— In Pennsylvania, the United States District Court refused to dismiss the lawsuit of a student who experienced a sexually hostile and racially hostile educational environment that was known to educators but ignored. The Title IX claim (prohibiting a sexually hostile educational environment), the Title VI claim (prohibiting intentional discrimination based on race in any program that receives federal funding), the Pennsylvania Human Relations Act claim (prohibiting discrimination based on race and gender), were appropriate in light of a pattern of conduct by educators who, “failed to adequately respond to the reports of race and gender-based harassment …which resulted in (the student) being further victimized by her peers.” Stosic v. West Jefferson Hills School District
— In Colorado, community awareness is growing that officials in the Denver Public Schools are recreating its school safety plan around police officers. In 2020, the Denver Public Schools ended its contract with the Denver Police Department to provide the school resource officers. Student safety is the primary reason school officials are bringing back the police. Incidents requiring police reporting (required under state law) and intervention have increased, “nearly 25 percent from the fall of 2019 to the same period this year, including seizures of several loaded firearms, plus a machete and multiple other weapons…(O)ne student had been stabbed by a knife, and marijuana possession was up by almost 40 percent. In California, the Fresno Unified School Board members recently voted to fund the placement of school resource officers in local middle schools for the same reason of student safety.

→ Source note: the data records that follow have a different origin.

/**
 * The vocabulary of measured and derived quantities, each declared once, and the explicit list of
 * them that tables and models look quantities up in.
 *
 * @module
 */
import type { Quantity } from "../core/types.ts";
import { BODY_QUANTITIES } from "./body.ts";
import { STRUCTURE_QUANTITIES } from "./structure.ts";
import { FLOW_QUANTITIES } from "./flow.ts";
import { ULTRASOUND_QUANTITIES } from "./ultrasound.ts";
import { SCORE_QUANTITIES } from "./scores.ts";
import { UNCERTAINTY_QUANTITIES } from "./uncertainty.ts";

export * from "./body.ts";
export * from "./structure.ts";
export * from "./flow.ts";
export * from "./ultrasound.ts";
export * from "./scores.ts";
export * from "./uncertainty.ts";

/**
 * Every quantity the package declares, by id (family members derive further quantities from
 * these). Each quantity file lists its own; a test checks that every exported quantity is listed.
 *
 * @example
 * ```ts
 * import { HEIGHT, QUANTITIES } from "@sonorigor/sonorigor";
 * import assert from "node:assert/strict";
 * assert.equal(QUANTITIES.get("height"), HEIGHT);
 * ```
 */
export const QUANTITIES: ReadonlyMap<string, Quantity> = new Map(
  [
    ...BODY_QUANTITIES,
    ...STRUCTURE_QUANTITIES,
    ...FLOW_QUANTITIES,
    ...ULTRASOUND_QUANTITIES,
    ...SCORE_QUANTITIES,
    ...UNCERTAINTY_QUANTITIES,
  ].map((q) => [q.id, q]),
);
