/**
 * Decoding a table's bytes into text, strictly: UTF-8 unless the caller names another encoding
 * (a WHATWG label such as "windows-1252"), always with a fatal decoder, so that a byte the
 * encoding cannot hold is an error naming its byte offset and line, never a silent U+FFFD. Works on
 * a whole file or chunk by chunk (a stream), with the same messages.
 *
 * @module
 */

/** Encodings named most often for exported tables, in the messages about an unknown label. */
const COMMON_ENCODINGS = "utf-8, windows-1252, iso-8859-1, iso-8859-15, utf-16le, utf-16be";

/**
 * A fatal decoder for an encoding label, or a TypeError naming the label received and the labels
 * accepted (the WHATWG Encoding Standard's).
 */
function fatalDecoder(encoding: string, source: string): TextDecoder {
  try {
    return new TextDecoder(encoding, { fatal: true, ignoreBOM: false });
  } catch {
    throw new TypeError(
      `${source}: expected 'encoding' as an encoding label of the WHATWG Encoding Standard (${COMMON_ENCODINGS}, …), got ${
        JSON.stringify(encoding)
      }`,
    );
  }
}

/** Offset of the first byte that breaks UTF-8 (RFC 3629 §4), or the length when none does. */
function firstInvalidUtf8(b: Uint8Array, from: number): number {
  let i = from;
  while (i < b.length) {
    const c = b[i]!;
    const n = c < 0x80
      ? 0
      : c >= 0xc2 && c <= 0xdf
      ? 1
      : c >= 0xe0 && c <= 0xef
      ? 2
      : c >= 0xf0 && c <= 0xf4
      ? 3
      : -1;
    if (n < 0) return i;
    for (let k = 1; k <= n; k++) {
      const d = b[i + k];
      if (d === undefined || (d & 0xc0) !== 0x80) return i;
    }
    const second = b[i + 1] ?? 0;
    if (
      (c === 0xe0 && second < 0xa0) || (c === 0xed && second > 0x9f) ||
      (c === 0xf0 && second < 0x90) || (c === 0xf4 && second > 0x8f)
    ) {
      return i;
    }
    i += n + 1;
  }
  return b.length;
}

/** Offset where a fresh fatal decoder first fails on `b` (any encoding): the shortest failing
 * prefix, found by bisection (a streaming decode fails on a prefix once it holds a bad sequence). */
function firstUndecodable(b: Uint8Array, from: number, encoding: string): number {
  const fails = (end: number) => {
    try {
      new TextDecoder(encoding, { fatal: true }).decode(b.subarray(from, end), { stream: true });
      return false;
    } catch {
      return true;
    }
  };
  if (!fails(b.length)) return b.length;
  let lo = from; // never fails
  let hi = b.length; // fails
  while (hi - lo > 1) {
    const mid = (lo + hi) >>> 1;
    if (fails(mid)) hi = mid;
    else lo = mid;
  }
  return lo;
}

function countLineBreaks(text: string): number {
  let n = 0;
  for (let k = text.indexOf("\n"); k !== -1; k = text.indexOf("\n", k + 1)) n++;
  return n;
}

/**
 * A strict decoder of one file's bytes, fed chunk by chunk: it keeps the byte offset and the line
 * reached, so that a byte the encoding cannot hold is reported where it is.
 *
 * @example
 * ```ts
 * import { TableDecoder } from "@sonorigor/sonorigor";
 * import assert from "node:assert/strict";
 * const d = new TableDecoder("demo.csv");
 * // "é" split across two chunks is decoded once both halves are in
 * assert.equal(d.decode(Uint8Array.of(0x61, 0x0a, 0xc3)) + d.decode(Uint8Array.of(0xa9), true),
 *   "a\né");
 * // "Ren" + 0xE8 ("è" in Windows-1252) is not UTF-8: byte 3, line 1
 * assert.throws(() => new TableDecoder("x.csv").decode(Uint8Array.of(0x52, 0x65, 0x6e, 0xe8), true),
 *   /x\.csv: expected UTF-8 text, got an invalid byte 0xe8 at byte 3, line 1/);
 * // the same bytes, named as Windows-1252
 * assert.equal(new TableDecoder("x.csv", "windows-1252")
 *   .decode(Uint8Array.of(0x52, 0x65, 0x6e, 0xe8), true), "Renè");
 * ```
 */
export class TableDecoder {
  readonly #source: string;
  readonly #encoding: string;
  readonly #decoder: TextDecoder;
  /** Bytes fed before the previous chunk, and line breaks decoded before it. */
  #bytesBefore = 0;
  #linesBefore = 0;
  /** The previous chunk (to place an error that straddles two chunks). */
  #previous: Uint8Array = new Uint8Array(0);
  #previousLines = 0;

  /**
   * A decoder for one file.
   *
   * @param source Name of the file, for messages.
   * @param encoding A WHATWG encoding label. @default "utf-8"
   * @throws {TypeError} For a label the platform does not know.
   */
  constructor(source: string, encoding = "utf-8") {
    this.#source = source;
    this.#decoder = fatalDecoder(encoding, source);
    this.#encoding = this.#decoder.encoding;
  }

  /** The encoding's canonical name ("utf-8", "windows-1252", …). */
  get encoding(): string {
    return this.#encoding;
  }

  /**
   * Decodes the next chunk (with `last` for the final one: an unfinished sequence at the end is
   * then an error).
   *
   * @throws {TypeError} At the first byte the encoding cannot hold, naming its offset and line.
   */
  decode(bytes: Uint8Array, last = false): string {
    if (
      this.#bytesBefore + this.#previous.length === 0 && !this.#encoding.startsWith("utf-") &&
      bytes[0] === 0xef && bytes[1] === 0xbb && bytes[2] === 0xbf
    ) {
      throw new TypeError(
        `${this.#source}: expected ${this.#encoding} text as named, got a file that starts with the UTF-8 byte-order mark (bytes 0-2, line 1): read it as UTF-8, the default`,
      );
    }
    let text: string;
    try {
      text = this.#decoder.decode(bytes, { stream: !last });
    } catch {
      throw this.#error(bytes);
    }
    const lines = countLineBreaks(text);
    this.#bytesBefore += this.#previous.length;
    this.#linesBefore += this.#previousLines;
    this.#previous = bytes;
    this.#previousLines = lines;
    return text;
  }

  /** The error for a chunk that failed: the bad byte located in the previous chunk and this one. */
  #error(bytes: Uint8Array): TypeError {
    const window = new Uint8Array(this.#previous.length + bytes.length);
    window.set(this.#previous, 0);
    window.set(bytes, this.#previous.length);
    let at: number;
    if (this.#encoding === "utf-8") {
      // start at the first character boundary of the previous chunk (not a continuation byte)
      let from = 0;
      while (from < this.#previous.length && (window[from]! & 0xc0) === 0x80) from++;
      at = firstInvalidUtf8(window, from);
    } else {
      at = firstUndecodable(window, 0, this.#encoding);
      if (at < this.#previous.length) {
        at = firstUndecodable(window, this.#previous.length, this.#encoding);
      }
    }
    if (at >= window.length) at = window.length - 1;
    const before = new TextDecoder(this.#encoding).decode(window.subarray(0, at));
    const line = this.#linesBefore + countLineBreaks(before) + 1;
    const byte = window[at]!.toString(16).padStart(2, "0");
    const offset = this.#bytesBefore + at;
    return new TypeError(
      this.#encoding === "utf-8"
        ? `${this.#source}: expected UTF-8 text, got an invalid byte 0x${byte} at byte ${offset}, line ${line}: save the file as UTF-8, or name its encoding (a Windows-1252 or Latin-1 export turns "é" into one such byte)`
        : `${this.#source}: expected ${this.#encoding} text, got a byte sequence it cannot hold (0x${byte}) at byte ${offset}, line ${line}: name the file's actual encoding`,
    );
  }
}

/**
 * Checks that bytes are UTF-8 and decodes them; an invalid sequence is an error naming its byte
 * offset and line (RFC 3629 for what UTF-8 allows). For another encoding, use a
 * {@linkcode TableDecoder} or the `encoding` option of the table readers.
 *
 * @param bytes The file's bytes.
 * @param source Name for messages.
 * @returns The text, without a leading byte-order mark.
 * @throws {TypeError} At the first invalid byte, with its offset and line.
 *
 * @example
 * ```ts
 * import { decodeUtf8 } from "@sonorigor/sonorigor";
 * import assert from "node:assert/strict";
 * assert.equal(decodeUtf8(new TextEncoder().encode("René"), "demo.csv"), "René");
 * // "Ren" + 0xE8 (è in Latin-1) is not UTF-8
 * assert.throws(() => decodeUtf8(Uint8Array.of(0x52, 0x65, 0x6e, 0xe8), "demo.csv"),
 *   /byte 3, line 1/);
 * ```
 */
export function decodeUtf8(bytes: Uint8Array, source: string): string {
  return new TableDecoder(source).decode(bytes, true);
}
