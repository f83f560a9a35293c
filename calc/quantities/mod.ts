/**
 * The vocabulary of measured and derived quantities, each declared once, and the explicit list of
 * them that tables and models look quantities up in.
 *
 * @module
 */
import type { Quantity } from "../core/types.ts";
import * as body from "./body.ts";
import * as structure from "./structure.ts";
import * as flow from "./flow.ts";
import * as scores from "./scores.ts";

export * from "./body.ts";
export * from "./structure.ts";
export * from "./flow.ts";
export * from "./scores.ts";

/**
 * Every quantity the package declares, by id (family members derive further quantities from
 * these). A test checks that every exported quantity is listed.
 *
 * @example
 * ```ts
 * import { HEIGHT, QUANTITIES } from "@sonorigor/sonorigor";
 * import assert from "node:assert/strict";
 * assert.equal(QUANTITIES.get("height"), HEIGHT);
 * ```
 */
export const QUANTITIES: ReadonlyMap<string, Quantity> = new Map(
  [
    body.HEIGHT,
    body.WEIGHT,
    body.AGE,
    body.BODY_SURFACE_AREA,
    structure.LV_END_DIASTOLIC_DIAMETER,
    structure.LV_END_SYSTOLIC_DIAMETER,
    structure.SEPTAL_THICKNESS,
    structure.POSTERIOR_WALL_THICKNESS,
    structure.LV_END_DIASTOLIC_VOLUME,
    structure.LV_END_SYSTOLIC_VOLUME,
    structure.EJECTION_FRACTION,
    structure.LV_MASS,
    structure.LV_MASS_INDEX,
    structure.LA_VOLUME,
    structure.LA_VOLUME_INDEX,
    structure.LVOT_DIAMETER,
    structure.RVOT_DIAMETER,
    structure.AORTIC_ANNULUS,
    structure.AORTIC_ROOT,
    structure.SINOTUBULAR_JUNCTION,
    structure.ASCENDING_AORTA,
    structure.MAIN_PULMONARY_ARTERY,
    structure.RIGHT_PULMONARY_ARTERY,
    structure.LEFT_PULMONARY_ARTERY,
    structure.MITRAL_ANNULUS,
    structure.TRICUSPID_ANNULUS,
    flow.STROKE_VOLUME,
    flow.STROKE_VOLUME_INDEX,
    flow.CARDIAC_OUTPUT,
    flow.CARDIAC_INDEX,
    flow.AORTIC_VALVE_AREA,
    flow.AORTIC_VALVE_AREA_INDEX,
    scores.PERCENTILE,
  ].map((q) => [q.id, q]),
);
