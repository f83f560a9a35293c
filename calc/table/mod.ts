/**
 * The one table pipeline: read a CSV into columns keyed by quantity (line-numbered issues,
 * nothing dropped), evaluate any calculation or chain on every row (exactly, or with uncertainty
 * by the GUM law or Monte Carlo), write it back as CSV.
 *
 * @module
 */
export type {
  Column,
  NumericColumn,
  ReadTableOptions,
  Table,
  TextColumn,
  UncertaintyModel,
} from "./types.ts";
export {
  detectDelimiter,
  makeTable,
  MAX_RECORD_CHARS,
  readTable,
  readTableFile,
  readTableStream,
} from "./read.ts";
export { decodeUtf8, TableDecoder } from "./decode.ts";
export { type ColumnPlan, planColumns, splitHeader } from "./header.ts";
export { neutraliseFormula, restoreFormula } from "./formula_guard.ts";
export {
  evaluateTable,
  type EvaluateTableOptions,
  propagateRow,
  rowIssues,
  rowLabels,
  selectColumns,
  selectRows,
  type TableRow,
  tableRow,
} from "./evaluate.ts";
export { csvTextCell, writeBudgetCsv, writeTableCsv, type WriteTableOptions } from "./write.ts";
export { adultSeverityBySex, gradeTable, type SeverityChoice } from "./grade.ts";
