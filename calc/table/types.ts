/**
 * The shapes of the table pipeline: columns keyed by name (numeric columns carry their quantity
 * and canonical unit), the table read from a file with its line numbers and issues, and the
 * uncertainty models a table's columns may be given. Types only.
 *
 * @module
 */
import type { Population, Quantity, ValidationIssue } from "../core/types.ts";
import type { UncertainInput } from "../uncertainty/distributions.ts";

/** A column of numbers of one quantity, in its canonical unit (NaN where missing or invalid). */
export interface NumericColumn {
  /** Brand. */
  readonly kind: "numeric";
  /** Column name: the quantity's id for a recognised column, or the output's name. */
  readonly name: string;
  /** The header as read, or as it will be written. */
  readonly header: string;
  /** The quantity. */
  readonly quantity: Quantity;
  /** Unit in the file (values are converted from it). */
  readonly sourceUnit: string;
  /** What the column holds: a value, or the uncertainty or interval of the column `of`. */
  readonly role: "value" | "standardUncertainty" | "lower" | "upper";
  /** For an uncertainty or interval column, the name of the value column. */
  readonly of?: string;
  /** True for a column computed by the pipeline (rounded when written as reported). */
  readonly computed: boolean;
  /** Values in the quantity's canonical unit, NaN where missing or invalid. */
  readonly values: Float64Array;
}

/** A column of text cells (identifiers, sex, observer, notes): kept as written. */
export interface TextColumn {
  /** Brand. */
  readonly kind: "text";
  /** Column name. */
  readonly name: string;
  /** Header as read. */
  readonly header: string;
  /** The cells. */
  readonly values: readonly string[];
}

/** Any column. */
export type Column = NumericColumn | TextColumn;

/** A table: columns in order, one line number per row, every issue found, nothing dropped. */
export interface Table {
  /** Brand used by displays. */
  readonly kind: "sonorigor.table";
  /** Where the table comes from (a file name), for messages. */
  readonly source: string;
  /** Number of data rows. */
  readonly rowCount: number;
  /** The 1-based line in the file where each row starts (0 for rows not from a file). */
  readonly lines: Int32Array;
  /** Columns by name, in order. */
  readonly columns: ReadonlyMap<string, Column>;
  /** Every issue found while reading and computing (errors and warnings), in row order. */
  readonly issues: readonly ValidationIssue[];
  /** Blank lines skipped (not rows). */
  readonly blankLines: readonly number[];
  /** Cautions of the calculations computed over the table. */
  readonly cautions: readonly string[];
}

/**
 * How uncertain a column's values are: an absolute standard uncertainty (a number in the
 * canonical unit or a quantity string such as "0.8 mm"), a relative one (0.06 for 6 %), or a
 * function from the value to any distribution.
 */
export type UncertaintyModel =
  | { readonly standardUncertainty: number | string }
  | { readonly relative: number }
  | ((value: number) => UncertainInput);

/** Options of the table readers (`readTable`, `readTableStream`, `readTableFile`). */
export interface ReadTableOptions {
  /** Name of the source in messages (a file name). @default "table" (the path for a file) */
  readonly source?: string;
  /** Columns mapped by hand: header (with or without its "[unit]") → quantity (or its id), or
   * "text" to keep a column as text. Other headers are recognised automatically. */
  readonly columns?: Readonly<Record<string, string | Quantity>>;
  /** The unit of a column whose header has none: header → unit. */
  readonly units?: Readonly<Record<string, string>>;
  /** Quantities to recognise headers by. @default every quantity of the package */
  readonly quantities?: Iterable<Quantity>;
  /** The delimiter, or "auto" to detect it from the header line. @default "auto" */
  readonly delimiter?: "," | ";" | "\t" | "auto";
  /** The encoding of bytes: a label of the WHATWG Encoding Standard ("utf-8", "windows-1252",
   * "iso-8859-1", "utf-16le", …). Decoding is strict whatever the encoding: a byte sequence the
   * encoding cannot hold is an error with its byte offset and line, never a replacement
   * character. Ignored for text input. @default "utf-8" */
  readonly encoding?: string;
  /** Which typical ranges flag the values. @default "adult" */
  readonly population?: Population;
  /** "flag" keeps invalid cells as NaN with an error issue; "throw" throws the first error after
   * the whole file is checked (its `issues` list all). @default "flag" */
  readonly onInvalid?: "flag" | "throw";
}
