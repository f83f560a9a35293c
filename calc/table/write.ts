/**
 * Writing a table as CSV: headers "label [unit]" that read back to the same quantities, numbers
 * as reported (by the metrology rule next to an uncertainty, to the quantity's resolution
 * otherwise) or at full precision, empty cells for missing values, a flags column with every
 * row's issues, the cautions in a leading comment line, and text cells neutralised against
 * spreadsheet formula injection.
 *
 * @module
 */
import type { Table } from "./types.ts";
import { renderIssue } from "../core/issues.ts";
import { reportedCell } from "../../display/table.ts";

/** Options of {@linkcode writeTableCsv}. */
export interface WriteTableOptions {
  /** "reported": computed numbers rounded for reading (the metrology rule next to an
   * uncertainty, else the quantity's resolution); "full": every number at full precision.
   * @default "reported" */
  readonly precision?: "reported" | "full";
  /** Add a column with each row's issues. @default true */
  readonly flags?: boolean;
}

/**
 * A text cell made safe for CSV (RFC 4180 quoting) and for spreadsheets: a cell that starts with
 * =, +, -, @, a tab or a carriage return is prefixed with an apostrophe so that no spreadsheet
 * evaluates it as a formula (the OWASP recommendation against CSV injection).
 *
 * @example
 * ```ts
 * import { csvTextCell } from "@sonorigor/sonorigor";
 * import assert from "node:assert/strict";
 * assert.equal(csvTextCell("+1+1"), "'+1+1");
 * assert.equal(csvTextCell('a "b", c'), '"a ""b"", c"');
 * ```
 */
export function csvTextCell(text: string): string {
  const safe = /^[=+\-@\t\r]/.test(text) ? `'${text}` : text;
  return /[",\r\n]/.test(safe) ? `"${safe.replace(/"/g, '""')}"` : safe;
}

/**
 * Writes a table as CSV text.
 *
 * @param table The table (read, or evaluated).
 * @param options Precision and flags column.
 * @returns CSV text with a header line ("# " lines with the cautions first, when there are any).
 *
 * @example
 * ```ts
 * import { bsaMosteller, evaluateTable, readTable, writeTableCsv } from "@sonorigor/sonorigor";
 * import assert from "node:assert/strict";
 * const t = evaluateTable(readTable("id,height [cm],weight [kg]\nA,180,80\n"), bsaMosteller);
 * const lines = writeTableCsv(t).split("\n").filter((l) => !l.startsWith("#"));
 * // Mosteller: √(180·80/3600) = 2 m² (hand-checkable)
 * assert.equal(lines[0], "id,Height [cm],Weight [kg],Body surface area [m^2],flags");
 * assert.equal(lines[1], "A,180,80,2.00,");
 * ```
 */
export function writeTableCsv(table: Table, options: WriteTableOptions = {}): string {
  const full = options.precision === "full";
  const columns = [...table.columns.values()];
  const header = columns.map((c) => {
    if (c.kind === "text") return csvTextCell(c.header);
    const label = c.computed ? c.header.replace(/ \([^)]*\)$/, "") : c.quantity.label;
    return csvTextCell(c.quantity.unit === "1" ? label : `${label} [${c.quantity.unit}]`);
  });
  const withFlags = options.flags ?? true;
  if (withFlags) header.push("flags");
  const byRow = new Map<number, string[]>();
  for (const issue of table.issues) {
    if (issue.row === undefined) continue;
    const list = byRow.get(issue.row) ?? [];
    list.push(renderIssue(issue).replace(/^[^:]*: /, ""));
    byRow.set(issue.row, list);
  }
  const out = new Array<string>(table.rowCount + 1);
  out[0] = header.join(",");
  const cells = new Array<string>(header.length);
  for (let i = 0; i < table.rowCount; i++) {
    let k = 0;
    for (const c of columns) {
      if (c.kind === "text") cells[k++] = csvTextCell(c.values[i] ?? "");
      else {
        const v = c.values[i]!;
        cells[k++] = v !== v ? "" : full ? String(v) : reportedCell(table, c, i);
      }
    }
    if (withFlags) cells[k] = csvTextCell((byRow.get(i) ?? []).join("; "));
    out[i + 1] = cells.join(",");
  }
  const comments = table.cautions.map((c) => `# ${c.replace(/[\r\n]+/g, " ")}`);
  return [...comments, ...out].join("\n") + "\n";
}
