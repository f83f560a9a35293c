/**
 * Reading a table from CSV: the one module that parses CSV (papaparse for the grammar). Text is
 * read record by record, so a file of any size is read in bounded working memory (a chunk of
 * text and one record at a time) into typed columns that grow as rows arrive: `readTable` for
 * text or bytes in memory, `readTableStream` for a byte stream, `readTableFile` for a file.
 * Bytes are decoded strictly (UTF-8 unless another encoding is named: an invalid byte is an error
 * with its offset and line, never a silent replacement); the delimiter is detected from the
 * header line; each header is mapped to a quantity (by its id, label or recognised headers), with
 * the unit in the header ("lvot diameter [mm]"); every numeric cell is checked by the one
 * validator and converted to the canonical unit. Every problem becomes a structured issue with
 * the line where its record starts (quoted line breaks counted); no row is dropped.
 *
 * @module
 */
import Papa from "papaparse";
import type { ValidationIssue, ValueRange } from "../core/types.ts";
import { type CheckedField, checkValue, quantityField } from "../core/validate.ts";
import { inRange } from "../core/range.ts";
import { typicalRange } from "../core/quantity.ts";
import { readAmount } from "../core/units.ts";
import { formatUnit, withUnit } from "../core/text.ts";
import { formatRange } from "../core/range.ts";
import { throwIfErrors } from "../core/issues.ts";
import type { Column, NumericColumn, ReadTableOptions, Table, TextColumn } from "./types.ts";
import { type ColumnPlan, planColumns } from "./header.ts";
import { TableDecoder } from "./decode.ts";
import { restoreFormula } from "./formula_guard.ts";
import { displayTable, JUPYTER_DISPLAY } from "../../display/table.ts";

export type { ReadTableOptions } from "./types.ts";

const DECIMAL = /^\s*[-+]?(\d+\.?\d*|\.\d+)([eE][-+]?\d+)?\s*$/;
const EMPTY_MATCH = /(?:)/;

/**
 * Points the engine's record of the last regular-expression match (the legacy `RegExp.input`,
 * one per realm) at an empty string. V8 keeps the subject of the last match alive, and a cell of
 * 13 characters or more is a slice that holds its whole chunk of the file: after a 10⁶-row text
 * was read, its 60 MB stayed in memory until some other regular expression ran.
 */
function forgetLastMatch(): void {
  EMPTY_MATCH.test("");
}

/** The longest record accepted (characters): a quoted field left open would otherwise swallow
 * the rest of the file. */
export const MAX_RECORD_CHARS = 1 << 24;
/** Distinct values of a text column shared as one string each (identifiers repeat on many rows);
 * beyond this, values are kept as read. */
const INTERNED_VALUES = 1 << 22;

/**
 * The delimiter of a CSV text: the most frequent of , ; tab in its first line outside quotes
 * (a comma when there is none, or on a tie with it).
 *
 * @example
 * ```ts
 * import { detectDelimiter } from "@sonorigor/sonorigor";
 * import assert from "node:assert/strict";
 * assert.equal(detectDelimiter("id;height [cm];\"a;b,c\"\n1;2;3"), ";");
 * ```
 */
export function detectDelimiter(text: string): "," | ";" | "\t" {
  const counts = { ",": 0, ";": 0, "\t": 0 };
  let quoted = false;
  for (let i = 0; i < text.length; i++) {
    const ch = text[i]!;
    if (ch === '"') quoted = !quoted;
    else if (!quoted && (ch === "\n" || ch === "\r")) break;
    else if (!quoted && ch in counts) counts[ch as keyof typeof counts]++;
  }
  let best: "," | ";" | "\t" = ",";
  for (const d of [";", "\t"] as const) if (counts[d] > counts[best]) best = d;
  return best;
}

/** Line breaks in a field (each "\r\n" counts once, through its "\n"; a lone "\r" only in a
 * file whose lines end with "\r"). */
function countBreaks(text: string, newline: string, from = 0, to = text.length): number {
  let n = 0;
  for (let k = text.indexOf(newline, from); k !== -1 && k < to; k = text.indexOf(newline, k + 1)) {
    n++;
  }
  return n;
}

/** A Float64Array that grows by doubling. */
class GrowingNumbers {
  values = new Float64Array(1024);
  push(i: number, v: number): void {
    if (i >= this.values.length) {
      const bigger = new Float64Array(this.values.length * 2);
      bigger.set(this.values);
      this.values = bigger;
    }
    this.values[i] = v;
  }
  done(n: number): Float64Array {
    return this.values.length === n ? this.values : this.values.slice(0, n);
  }
}

/** Text cells, with repeated values held once. */
class TextCells {
  readonly values: string[] = [];
  readonly #seen = new Map<string, string>();
  push(cell: string): void {
    let shared = this.#seen.get(cell);
    if (shared === undefined) {
      shared = cell;
      if (this.#seen.size < INTERNED_VALUES) this.#seen.set(cell, cell);
    }
    this.values.push(shared);
  }
}

// papaparse's package ships no types: the part of its low-level parser used here
interface PapaResult {
  data: string[][];
  errors: { code: string; message: string; row?: number; index?: number }[];
  meta: { cursor: number };
}
interface PapaParser {
  parse(input: string, baseIndex: number, ignoreLastRow: boolean): PapaResult;
}
const PapaParserClass = (Papa as unknown as {
  Parser: new (config: { delimiter: string; newline: string }) => PapaParser;
}).Parser;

— In Arkansas, the Arkansas School Safety Commission is recommending a unified law enforcement response protocol to prevent confusion during a school shooter incident on a school campus. The elements of the protocol include a unified training regimen for law enforcement as well as minimum standards for collaborating with schools during an incident.
— In Indiana, police and educators are fine-tuning active threat training, trying to place personnel in situations that resemble previous school attacks. Officers take turns simulating different scenarios during which they might have to confront a school shooter and firing rounds of non-lethal ammunition, if the shooter attacked an officer.